An idea left on the cutting room floor of the Dodd-Frank Act was a plan to consolidate the Securities and Exchange Commission and Commodity Futures Trading Commission into a single regulator. Abandoned as too controversial, it seems a modest proposal compared to the sweeping regulatory changes suggested by a Washington think tank.

In a new report, the Bipartisan Policy Center is recommending that Congress consider a sweeping consolidation of government agencies “to make better sense of the fragmented U.S. financial regulatory system.” Among the recommendations from its Regulatory Architecture Task Force:

Creating a new Prudential Regulatory Authority would consolidate the supervisory and examination authority of the Office of the Comptroller of the Currency, Federal Deposit Insurance Corporation, and Federal Reserve into a unified prudential regulator.

The Federal Reserve Board would be recast as the primary macro-prudential supervisor, responsible for overseeing financial market trends, activities, products, and practices that might pose a systemic risk to financial stability. Its oversight would apply to banks falling under a new threshold for systematically important financial institutions of $250 billion in assets.

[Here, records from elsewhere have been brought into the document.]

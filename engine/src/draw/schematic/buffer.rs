//! The input buffer of a high-impedance sensor, and that sensor's bench model.
//!
//! Found by the follower stage's roles (`by_role`: its amplifier, the bias resistor R_b, the
//! return divider and its bypass) or, without roles, by shape (`by_shape`). It gets the
//! first row to itself: the sensor box, the free run of the sensor line
//! (TP1), the legs hanging from that line (the bias resistor: to ground or a rail as a leg,
//! to the sensor's return node down onto the return bus), the follower with its − input
//! looped round from the output below the symbol, and the output stepping back up to the
//! line, which runs on to a continuation flag. The gain stage then starts its own row from
//! that flag. When the sensor's return is lifted off ground (a node tied to rails and
//! ground: a divider with its bypass), the return leaves the sensor box at a terminal on its
//! lower edge and runs as a bus under the row; the divider hangs from the bus right of the
//! follower, as the gain stage's reference block does (`Sheet::block`).
//!
//! The sensor model (bench, grey, [`HighZ`]): the EMF `VSENSE` from its node to the return;
//! DC coupling with `RSENSE` (source resistance) along the line and `CSENSE` (cable
//! capacitance) from the terminal to the return; AC coupling with `CSENSE` (the capacitance
//! the signal sits behind) along the line and `RSENSE` (leakage) across it in a loop below.
//! A sensor with neither a lifted return nor a `CSENSE` is left to the ordinary sensor
//! block, so it draws as before.

use super::blocks::HighZ;
use super::plan::Step;
use super::rows::ROW_GAP;
use super::sheet::{Mark, Sheet, HSPAN, INK, PITCH, REF_DROP, TP_GAP, X0, Y0};
use crate::draw::svg::{Anchor, BoxRect, Pen};

/// Width of the sensor box holding the high-impedance model.
const BOX_W: f64 = 240.0;
/// The return bus under the buffer's row.
const BUS: f64 = REF_DROP + 20.0;
/// The follower's output-to-− link below the symbol, clear of its supply stub.
const LINK: f64 = 105.0;

/// The follower and what hangs from its input.
#[derive(Debug, Clone)]
pub(super) struct Buffer {
    pub(super) amp: usize,
    /// The sensor terminal (the + input) and the follower's output.
    pub(super) input: String,
    pub(super) out: String,
    /// Parts from the input to ground, a rail, or the lifted return (the bias resistor).
    pub(super) bias: Vec<Step>,
    /// The lifted return node, and the parts from it to rails and ground.
    pub(super) ret: Option<String>,
    pub(super) reference: Vec<Step>,
}

impl Buffer {
    /// Every part the buffer's block draws.
    pub(super) fn parts(&self) -> Vec<usize> {
        let mut v = vec![self.amp];
        v.extend(self.bias.iter().map(|s| s.part));
        v.extend(self.reference.iter().map(|s| s.part));
        v
    }
}

impl Sheet<'_> {
    /// The high-impedance sensor model `h` in a wider dashed box; returns the terminal's x.
    pub(super) fn high_impedance_sensor(&mut self, h: &HighZ) -> f64 {
        let HighZ { vs, rs, series_c, shunt_c, lifted, .. } = *h;
        let (emf, ret, term) = (h.emf.as_str(), h.ret.as_str(), h.term.as_str());
        let y = Y0;
        let right = X0 + BOX_W;
        let sx = X0 + 40.0;
        let yr = y + 100.0;
        self.two(vs, (sx, y), emf, (sx, yr), ret, true);
        match series_c {
            Some(cs) => {
                // The signal behind the capacitance, the leakage across it in a loop below.
                let (xa, xb, yl) = (sx + 45.0, right - 30.0, y + 50.0);
                self.wire((sx, y), (xa, y), emf, true);
                self.two(cs, (xa, y), emf, (xb, y), term, true);
                self.wire((xa, y), (xa, yl), emf, true);
                self.two(rs, (xa, yl), emf, (xb, yl), term, true);
                if let Some(l) = self.labels.last_mut() {
                    l.below_first = true;
                }
                self.wire((xb, yl), (xb, y), term, true);
                self.wire((xb, y), (right, y), term, true);
            }
            None => {
                self.two(rs, (sx, y), emf, (sx + HSPAN, y), term, true);
                self.wire((sx + HSPAN, y), (right, y), term, true);
            }
        }
        // A shunt capacitance from the terminal down to the return, joined to the EMF's foot.
        if let Some(cp) = shunt_c.filter(|_| series_c.is_none()) {
            let cx = right - 80.0;
            self.two(cp, (cx, y), term, (cx, yr), ret, true);
            self.wire((sx, yr), (cx, yr), ret, true);
        }
        let bottom = y + 130.0;
        if lifted {
            self.wire((sx, yr), (sx, bottom), ret, true);
            self.svg.circle((sx, bottom), 3.5, "#ffffff", Some(self.pen(true)));
            self.marks.push(Mark { text: ret.to_string(), at: (sx, bottom), up: false, colour: INK });
            self.ret_at = Some(((sx, bottom), ret.to_string()));
        } else {
            self.terminal((sx, yr), ret, false);
        }
        let dashed = Pen { colour: super::sheet::GREY, width: 1.5, dashed: true };
        self.svg.rect(X0, y - 60.0, BOX_W, 190.0, "none", dashed);
        self.svg.text(
            X0 + 4.0,
            y - 66.0,
            "sensor",
            self.cfg.font_size,
            Anchor::Start,
            super::sheet::GREY,
            "",
            "italic",
        );
        self.bench_areas.push(BoxRect::new(X0, y - 60.0, BOX_W, 190.0));
        self.svg.circle((right, y), 3.5, "#ffffff", Some(self.pen(true)));
        right
    }

    /// The buffer's row from the sensor terminal at `x_term`; then starts the gain stage's
    /// row below it (its line [`ROW_GAP`] plus `top`, the room the gain stage needs above its
    /// line, below the lowest stroke so far) with a flag, and returns the flag's tip.
    pub(super) fn buffer_row(&mut self, b: &Buffer, x_term: f64, top: f64) -> f64 {
        let y = Y0;
        let yb = y + BUS;
        let xb = x_term + TP_GAP + 20.0;
        let mut x = xb;
        let mut on_bus = Vec::new();
        for st in &b.bias {
            if b.ret.as_deref() == Some(st.to.as_str()) {
                self.two(st.part, (x, y), &st.from, (x, yb), &st.to, true);
                on_bus.push(x);
            } else {
                let leg = super::plan::Leg { steps: vec![st.clone()], end: st.to.clone(), block: None };
                self.leg(&leg, x, y, true);
            }
            x += PITCH;
        }
        let ux = if b.bias.is_empty() { xb + 40.0 } else { x - PITCH + 60.0 };
        self.wire((x_term, y), (ux, y), &b.input, false);
        // The follower: + on the line, − looped round from the output below the symbol.
        self.opamp(b.amp, ux, y, [true, false]);
        self.supply_pins(b.amp, ux, y);
        let (x_r, xf) = (ux + 115.0, ux + 95.0);
        let out = b.out.clone();
        self.wire((ux + 80.0, y + 20.0), (x_r, y + 20.0), &out, false);
        self.wire((x_r, y + 20.0), (x_r, y), &out, false);
        self.wire((xf, y + 20.0), (xf, y + LINK), &out, false);
        self.wire((xf, y + LINK), (ux - 15.0, y + LINK), &out, false);
        self.wire((ux - 15.0, y + LINK), (ux - 15.0, y + 40.0), &out, false);
        self.wire((ux - 15.0, y + 40.0), (ux, y + 40.0), &out, false);
        // The lifted return: a bus from the sensor's terminal under the row, the divider and
        // its bypass hanging from it right of the follower.
        let mut end = x_r;
        if let Some(ret) = b.ret.clone() {
            let start = match self.ret_at.clone() {
                Some(((sx, sy), _)) => {
                    self.wire((sx, sy), (sx, yb), &ret, false);
                    Some(sx)
                }
                None => on_bus.first().copied(),
            };
            if !b.reference.is_empty() {
                self.block(&b.reference, x_r, yb, &ret, true);
                let (ups, downs) =
                    b.reference
                        .iter()
                        .fold((0, 0), |(u, d), s| if self.positive_rail(&s.to) { (u + 1, d) } else { (u, d + 1) });
                end = x_r + 60.0 + (ups.max(downs).max(1) - 1) as f64 * PITCH;
                if let Some(s) = start {
                    self.wire((s, yb), (x_r, yb), &ret, false);
                }
            } else if let (Some(s), Some(&last)) = (start, on_bus.last()) {
                self.wire((s, yb), (last.max(s), yb), &ret, false);
            } else if let Some(((sx, _), _)) = self.ret_at.clone() {
                self.terminal((sx, yb), &ret, false);
            }
        }
        let x_flag = (x_r + 100.0).max(end + 60.0);
        self.wire((x_r, y), (x_flag, y), &out, false);
        self.flag(x_flag, y, &out);
        self.gain_row(&out, top)
    }

    /// Starts the gain stage's row below what is drawn (its line [`ROW_GAP`] plus `top`, the
    /// room the gain stage needs above its line, below the lowest stroke so far) with a flag
    /// holding `net`, and returns the flag's tip.
    pub(super) fn gain_row(&mut self, net: &str, top: f64) -> f64 {
        let bottom = self.svg.bounds().map(|bb| bb.3).unwrap_or(Y0);
        let y0 = bottom + ROW_GAP + top;
        self.line = y0;
        self.row_y = y0;
        let tip = self.flag(X0, y0, net);
        self.left = tip;
        tip
    }
}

Making joint rule-writing more efficient and timely by empowering the Financial Stability Oversight Council to override member agencies in unresolved rulemaking disputes.

Establishing the Office of Financial Research as a fully independent agency outside the Treasury Department to better identify risks to the financial system.

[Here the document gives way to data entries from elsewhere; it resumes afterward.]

//! Annotation: part labels, rail names, test points and DC levels, each at the first free
//! spot among a few candidates round its part or net; then the notes and the document.

use super::sheet::{Shape, Sheet, BLUE, INK, PAD, ROOM, TEXT_GAP};
use super::Schematic;
use crate::circuit::GND;
use crate::draw::svg::{text_box, Anchor, BoxRect, Segment};
use crate::units::{format, Quantity};

impl Sheet<'_> {
    /// Writes `lines` at the first free spot `(x, top of first line, anchor)`. With `net`, a
    /// first pass wants the spot well clear of other nets' wiring, so the text reads as its own.
    pub(super) fn put(
        &mut self, lines: &[String], spots: &[(f64, f64, Anchor)], fs: f64, colour: &str, style: &str,
        net: Option<&str>,
    ) -> bool {
        let lh = 1.2 * fs;
        let passes: &[bool] = if net.is_some() { &[true, false] } else { &[false] };
        for &roomy in passes {
            for &(x, top, anchor) in spots {
                let at = |k: usize| top + 0.8 * fs + k as f64 * lh;
                let boxes: Vec<BoxRect> =
                    lines.iter().enumerate().map(|(k, s)| text_box(x, at(k), s, fs, anchor)).collect();
                let clear =
                    |b: &BoxRect| {
                        self.svg.is_free(&b.grow(PAD))
                            && !self.svg.texts.iter().any(|t| t.overlaps(&b.grow(TEXT_GAP)))
                            && !(roomy
                                && self.svg.wires.iter().any(|w| {
                                    !w.net.is_empty() && Some(w.net.as_str()) != net && b.grow(ROOM).crosses(w)
                                }))
                    };
                if boxes.iter().all(clear) {
                    for (k, s) in lines.iter().enumerate() {
                        self.svg.text(x, at(k), s, fs, anchor, colour, "", style);
                    }
                    return true;
                }
            }
        }
        false
    }

    pub(super) fn part_labels(&mut self) {
        let fs = self.cfg.font_size;
        for l in std::mem::take(&mut self.labels) {
            let h = 1.2 * fs * (l.lines.len() as f64 - 1.0) + 1.05 * fs;
            let b = &l.body;
            let (cx, cy) = (b.x + b.w / 2.0, b.y + b.h / 2.0);
            let mut spots = Vec::new();
            match l.shape {
                Shape::Vertical => {
                    for (gap, side) in [(6.0, 1.0), (6.0, -1.0), (18.0, 1.0), (18.0, -1.0)] {
                        for dy in [0.0, -10.0, 10.0, -20.0, 20.0, -32.0, 32.0, -45.0, 45.0] {
                            let (x, a) =
                                if side > 0.0 { (b.x + b.w + gap, Anchor::Start) } else { (b.x - gap, Anchor::End) };
                            spots.push((x, cy - h / 2.0 + dy, a));
                        }
                    }
                }
                Shape::Horizontal => {
                    let order = if l.below_first {
                        [(5.0, false), (5.0, true), (18.0, false), (18.0, true)]
                    } else {
                        [(5.0, true), (5.0, false), (18.0, true), (18.0, false)]
                    };
                    for (lift, above) in order {
                        for dx in [0.0, 15.0, -15.0, 30.0, -30.0, 45.0, -45.0] {
                            let top = if above { b.y - lift - h } else { b.y + b.h + lift };
                            spots.push((cx + dx, top, Anchor::Middle));
                        }
                    }
                }
                Shape::Amp => {
                    // Above the upper slope, below the output line, below the lower slope.
                    for dy in [0.0, -12.0, -24.0] {
                        spots.push((b.x + 46.0, b.y + 11.0 - h + dy, Anchor::Start));
                    }
                    for dy in [0.0, 12.0] {
                        spots.push((b.x + b.w - 10.0, cy + 14.0 + dy, Anchor::Start));
                    }
                    for dy in [0.0, 12.0, 24.0] {
                        spots.push((b.x + 50.0, b.y + b.h - 8.0 + dy, Anchor::Start));
                    }
                    spots.push((b.x - 8.0, b.y - h - 6.0, Anchor::End));
                    spots.push((b.x - 8.0, b.y + b.h + 6.0, Anchor::End));
                    // A filter section's amplifier: above the symbol, short of the output
                    // column; or right of the follower's link, under the output.
                    for dy in [-8.0, -20.0] {
                        spots.push((b.x + b.w + 25.0, b.y - h + dy, Anchor::End));
                    }
                    for dy in [10.0, 22.0] {
                        spots.push((b.x + b.w + 22.0, cy + dy, Anchor::Start));
                    }
                }
            }
            if !self.put(&l.lines, &spots, fs, l.colour, "", None) {
                self.notes.push(format!("{} (no free place beside the part)", l.lines.join(" ")));
            }
        }
    }

    pub(super) fn marks(&mut self) {
        let fs = self.cfg.font_size;
        let h = 1.05 * fs;
        for m in std::mem::take(&mut self.marks) {
            let (x, y) = m.at;
            let v = if m.up { -1.0 } else { 1.0 };
            let beyond = |d: f64| if m.up { y - d - h } else { y + d };
            let spots = [
                (x, beyond(6.0), Anchor::Middle),
                (x + 16.0, y - h / 2.0, Anchor::Start),
                (x - 16.0, y - h / 2.0, Anchor::End),
                (x + 16.0, y - h / 2.0 + v * 12.0, Anchor::Start),
                (x - 16.0, y - h / 2.0 + v * 12.0, Anchor::End),
                (x, beyond(18.0), Anchor::Middle),
            ];
            if !self.put(std::slice::from_ref(&m.text), &spots, fs, m.colour, "", None) {
                self.notes.push(format!("{} (no free place beside its symbol)", m.text));
            }
        }
    }

    /// A test point on a free run of `node`'s wiring: stub, open circle and label. Short
    /// stubs upward are tried first, along the longest run (the signal line rather than a
    /// feedback lead) from its middle outward.
    pub(super) fn test_point(&mut self, node: &str, text: &str) -> bool {
        let fs = self.cfg.font_size;
        let h = 1.05 * fs;
        let mut runs: Vec<Segment> = self
            .svg
            .wires
            .iter()
            .filter(|w| w.net == node && (w.y1 - w.y2).abs() < 1e-9 && (w.x2 - w.x1).abs() >= 30.0)
            .cloned()
            .collect();
        crate::order::sort_by(&mut runs, |a, b| {
            self.leads.contains(a).cmp(&self.leads.contains(b)).then(b.len().total_cmp(&a.len()))
        });
        let mut taps_at: Vec<Vec<(f64, f64)>> = Vec::new();
        for s in &runs {
            let mut here = Vec::new();
            let y = s.y1;
            let (xa, xb) = (s.x1.min(s.x2) + 12.0, s.x1.max(s.x2) - 12.0);
            let taps: Vec<f64> = self
                .svg
                .wires
                .iter()
                .filter(|w| w.net == node && *w != s)
                .flat_map(|w| [(w.x1, w.y1), (w.x2, w.y2)])
                .filter(|p| (p.1 - y).abs() < 1e-9)
                .map(|p| p.0)
                .collect();
            let mid = 0.5 * (xa + xb);
            let mut k = 0.0;
            while mid - k >= xa {
                for x in [mid - k, mid + k] {
                    let clear = !taps.iter().any(|t| (t - x).abs() < 12.0)
                        && !self.bench_areas.iter().any(|b| b.grow(4.0).contains(x, y));
                    if clear && x <= xb && !here.contains(&(x, y)) {
                        here.push((x, y));
                    }
                }
                k += 8.0;
            }
            taps_at.push(here);
        }
        for here in &taps_at {
            for (dir, len) in [(-1.0, 18.0), (1.0, 18.0), (-1.0, 42.0), (-1.0, 66.0), (1.0, 42.0)] {
                for &(x, y) in here {
                    let tip = (x, y + dir * len);
                    let c = (x, y + dir * (len + 4.0));
                    let stub = Segment::new((x, y + dir * 1.5), tip, node);
                    let ring = BoxRect::new(c.0 - 4.0, c.1 - 4.0, 8.0, 8.0);
                    if !self.svg.segment_is_free(&stub) || !self.svg.is_free(&ring.grow(1.0)) {
                        continue;
                    }
                    let spots = [
                        (x + 9.0, c.1 - h / 2.0, Anchor::Start),
                        (x - 9.0, c.1 - h / 2.0, Anchor::End),
                        (x, if dir < 0.0 { c.1 - 7.0 - h } else { c.1 + 7.0 }, Anchor::Middle),
                    ];
                    for (lx, top, a) in spots {
                        let b = text_box(lx, top + 0.8 * fs, text, fs, a);
                        // Keep well clear of other wiring, so the label does not read as theirs.
                        let roomy = !self
                            .svg
                            .wires
                            .iter()
                            .any(|w| !w.net.is_empty() && w.net != node && b.grow(ROOM).crosses(w));
                        let apart = !self.svg.texts.iter().any(|t| t.overlaps(&b.grow(TEXT_GAP)));
                        if roomy
                            && apart
                            && self.svg.is_free(&b.grow(PAD))
                            && !b.grow(PAD).crosses(&stub)
                            && !b.grow(PAD).overlaps(&ring)
                        {
                            self.svg.segment((x, y), tip, node, self.pen(false));
                            self.svg.circle(c, 4.0, "#ffffff", Some(self.pen(false)));
                            self.svg.circle((x, y), 3.2, INK, None);
                            self.svg.text(lx, top + 0.8 * fs, text, fs, a, INK, "bold", "");
                            return true;
                        }
                    }
                }
            }
        }
        false
    }

    /// The DC level of every node that matters, beside a run of its wiring.
    pub(super) fn dc_levels(&mut self) {
        let Some(op) = self.op else { return };
        if !self.cfg.dc_levels {
            return;
        }
        let fs = self.cfg.font_size - 1.0;
        let h = 1.05 * fs;
        let mut nets: Vec<String> = Vec::new();
        for w in &self.svg.wires {
            let quiet = self.quiet.contains(&w.net);
            if !w.net.is_empty()
                && w.net != GND
                && Some(&w.net) != self.emf.as_ref()
                && !quiet
                && !self.rails.iter().any(|r| r.node == w.net)
                && !nets.contains(&w.net)
            {
                nets.push(w.net.clone());
            }
        }
        for net in nets {
            let Some(v) = op.voltage(&net) else { continue };
            // Solver residue at a node held at 0 V (below 10 ppm of the supply) prints as 0.
            let tiny = 1e-5 * (self.c.rail_pos - self.c.rail_neg).abs();
            let text = format(if v.abs() < tiny { 0.0 } else { v }, Quantity::Voltage);
            let mut spots = Vec::new();
            let mut runs: Vec<Segment> =
                self.svg.wires.iter().filter(|w| w.net == net && w.len() >= 12.0).cloned().collect();
            crate::order::sort_by(&mut runs, |a, b| {
                self.leads.contains(a).cmp(&self.leads.contains(b)).then(b.len().total_cmp(&a.len()))
            });
            for horizontal in [true, false] {
                for s in runs.iter().filter(|s| ((s.y1 - s.y2).abs() < 1e-9) == horizontal) {
                    // From the middle of the run outward, every 6 px.
                    let n = (s.len() / 12.0).floor() as i32;
                    for f in (0..=2 * n)
                        .map(|k| {
                            0.5 + if k % 2 == 1 { 1.0 } else { -1.0 } * ((k + 1) / 2) as f64 * 6.0 / s.len().max(1.0)
                        })
                        .filter(|f| (0.0..=1.0).contains(f))
                    {
                        let (px, py) = (s.x1 + f * (s.x2 - s.x1), s.y1 + f * (s.y2 - s.y1));
                        if self.bench_areas.iter().any(|b| b.contains(px, py)) {
                            continue;
                        }
                        if horizontal {
                            spots.push((px, py - 6.0 - h, Anchor::Middle));
                            spots.push((px, py + 6.0, Anchor::Middle));
                        } else {
                            spots.push((px + 6.0, py - h / 2.0, Anchor::Start));
                            spots.push((px - 6.0, py - h / 2.0, Anchor::End));
                        }
                    }
                }
            }
            if !self.put(std::slice::from_ref(&text), &spots, fs, BLUE, "italic", Some(&net)) {
                self.notes.push(format!("DC level at {net}: {text}"));
            }
        }
    }

    /// Title, notes and the document.
    pub(super) fn finish(mut self, name: &str) -> Schematic {
        let fs = self.cfg.font_size;
        let (x0, y0, _, y1) = self.svg.bounds().unwrap_or((0.0, 0.0, 400.0, 300.0));
        let mut lines =
            vec!["Grey: the bench around the design (sensor model, supplies, converter input), not built.".to_string()];
        if self.op.is_some() && self.cfg.dc_levels {
            lines.push("Blue italic: DC level of each node at the operating point.".to_string());
        }
        if self.polarised {
            lines
                .push("Electrolytic capacitors are drawn polarised, + on the side at the higher DC level.".to_string());
        }
        lines.extend(self.notes.iter().cloned());
        let mut y = y1 + 2.0 * fs;
        for l in &lines {
            self.svg.text(x0, y, l, fs - 1.0, Anchor::Start, "#333333", "", "");
            y += 1.35 * (fs - 1.0);
        }
        if self.cfg.title {
            let mut t: String = name.chars().take(90).collect();
            if name.chars().count() > 90 {
                t.push('…');
            }
            self.svg.text(x0, y0 - 14.0, &t, fs + 4.0, Anchor::Start, INK, "bold", "");
        }
        let (x0, y0, x1, y1) = self.svg.bounds().unwrap_or((0.0, 0.0, 400.0, 300.0));
        let m = 16.0;
        let view = ((x0 - m).floor(), (y0 - m).floor(), (x1 - x0 + 2.0 * m).ceil(), (y1 - y0 + 2.0 * m).ceil());
        let svg = self.svg.finish(view, name, fs);
        Schematic { svg, texts: self.svg.texts, wires: self.svg.wires }
    }
}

Creating a new Federal Insurance Regulator (FIR) to improve the regulation and supervision of insurance companies that elect to hold a new national insurance charter, which would be mandatory for insurance companies that are designated as SIFIs and optional for other companies.

Giving all agencies independent and equitable funding by removing their funding from the congressional appropriations process.

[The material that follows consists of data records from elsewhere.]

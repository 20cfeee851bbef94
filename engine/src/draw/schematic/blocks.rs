//! What the drawing finds in a circuit before it draws anything: the rails, the sensor's
//! bench model, the front end's block, the gain stage's plan, and the filter and drive
//! after it. A circuit from synthesis is read by the stage kinds and part roles it carries
//! ([`super::by_role`]); one that carries none (built by hand, as in tests) or whose roles
//! no longer describe a whole block (altered after synthesis) is read by the shapes of its
//! nodes instead ([`super::by_shape`], the fallback). Either way the same blocks come out
//! and the same code draws them.

use super::buffer::Buffer;
use super::chain::Chain;
use super::diff::Diff;
use super::inamp::Inamp;
use super::plan::{Plan, Rail};
use super::tia::Tia;
use crate::circuit::Circuit;

/// How the blocks were found.
#[derive(Debug, Clone, Copy, PartialEq, Eq)]
pub(super) enum Mode {
    /// From the stage kinds and part roles synthesis recorded.
    Roles,
    /// Fallback for circuits without (whole) roles: from the shapes of their nodes.
    Shapes,
}

/// A single-ended sensor as the ordinary sensor block draws it: an EMF to ground behind its
/// resistance, or a loop's current into the terminal from ground.
#[derive(Debug, Clone, Default, PartialEq)]
pub(super) struct Plain {
    /// The EMF source, its resistance and the EMF's node.
    pub(super) source: Option<(usize, usize, String)>,
    /// A current source from ground into the terminal, and the terminal.
    pub(super) current: Option<(usize, String)>,
    /// The sensor terminal.
    pub(super) term: String,
}

/// A high-impedance sensor's model: its EMF from `emf` to the return `ret`, its resistance
/// to the terminal, the capacitance the signal sits behind or the one across the terminal.
#[derive(Debug, Clone, PartialEq)]
pub(super) struct HighZ {
    pub(super) vs: usize,
    pub(super) rs: usize,
    pub(super) series_c: Option<usize>,
    pub(super) shunt_c: Option<usize>,
    pub(super) emf: String,
    pub(super) ret: String,
    pub(super) term: String,
    /// The return is neither ground nor a rail.
    pub(super) lifted: bool,
}

/// A photodiode's model: the current sources out of the terminal and the capacitance
/// across them, in drawing order.
#[derive(Debug, Clone, PartialEq)]
pub(super) struct Diode {
    pub(super) cols: Vec<usize>,
    pub(super) term: String,
}

/// The bench's single-ended sensor model.
#[derive(Debug, Clone, PartialEq)]
pub(super) enum Sensor {
    HighImpedance(HighZ),
    Photodiode(Diode),
    Plain(Plain),
}

/// Everything the drawing places by block.
#[derive(Debug, Clone)]
pub(super) struct Blocks {
    pub(super) mode: Mode,
    pub(super) rails: Vec<Rail>,
    pub(super) sensor: Sensor,
    /// The node of the sensor's EMF (its level is the source's value, written beside it).
    pub(super) emf: Option<String>,
    /// The converter pin.
    pub(super) pin: String,
    pub(super) buffer: Option<Buffer>,
    pub(super) tia: Option<Tia>,
    pub(super) inamp: Option<Inamp>,
    pub(super) diff: Option<Diff>,
    /// The first of two gain stages, in front of the gain stage.
    pub(super) pre: Option<Plan>,
    /// The single-ended gain stage (absent behind a difference or instrumentation amplifier).
    pub(super) plan: Option<Plan>,
    /// The filter and the drive; `None` in the fallback, which walks them from the gain
    /// stage's output once that is drawn.
    pub(super) chain: Option<Chain>,
}

impl Blocks {
    /// The blocks of `c`: by its roles when they describe every stage, otherwise by shape.
    pub(super) fn of(c: &Circuit) -> Blocks {
        super::by_role::blocks(c).unwrap_or_else(|| fallback(c))
    }

    /// Where the gain stage's series path starts (the sensor terminal, or a front end's
    /// output) and the parts of the front end's own row.
    pub(super) fn start(buffer: Option<&Buffer>, tia: Option<&Tia>, term: &str) -> (String, Vec<usize>) {
        match (buffer, tia) {
            (Some(b), _) => (b.out.clone(), b.parts()),
            (None, Some(t)) => (t.out.clone(), t.parts()),
            (None, None) => (term.to_string(), Vec::new()),
        }
    }
}

/// Circuits without whole roles (built by hand, or altered after synthesis): blocks by the
/// shapes of their nodes.
#[cfg(feature = "shape-fallback")]
fn fallback(c: &Circuit) -> Blocks {
    super::by_shape::blocks(c)
}

/// Without the shape fallback (the browser build, where every circuit comes from synthesis
/// with its roles) such a circuit places no block; its parts go to the unplaced area.
#[cfg(not(feature = "shape-fallback"))]
fn fallback(_: &Circuit) -> Blocks {
    Blocks {
        mode: Mode::Shapes,
        rails: Vec::new(),
        sensor: Sensor::Plain(Plain::default()),
        emf: None,
        pin: "adc".to_string(),
        buffer: None,
        tia: None,
        inamp: None,
        diff: None,
        pre: None,
        plan: None,
        chain: None,
    }
}

/// The converter load found by shape (only in the fallback).
pub(super) fn shape_load(c: &Circuit, net: &str) -> Option<usize> {
    #[cfg(feature = "shape-fallback")]
    return super::by_shape::load(c, net);
    #[cfg(not(feature = "shape-fallback"))]
    {
        let _ = (c, net);
        None
    }
}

The report was authored by Richard Neiman, former New York State Superintendent of Banks and member of the congressional Troubled Asset Relief Program (TARP) oversight panel; and Mark Olson, former Governor of the Federal Reserve Board and former chairman of the Public Company Accounting Oversight Board.

To improve the quality of bank examinations, the report also advocates for the creation of a pilot program for a consolidated examiner force for federally insured banks. Over time, this approach would enhance supervision and improve the caliber of examiners through continuing specialized training and higher compensation. Specialized undergraduate and master's degree programs for bank examiners are cited as a way to raise the profile and skill level of that profession.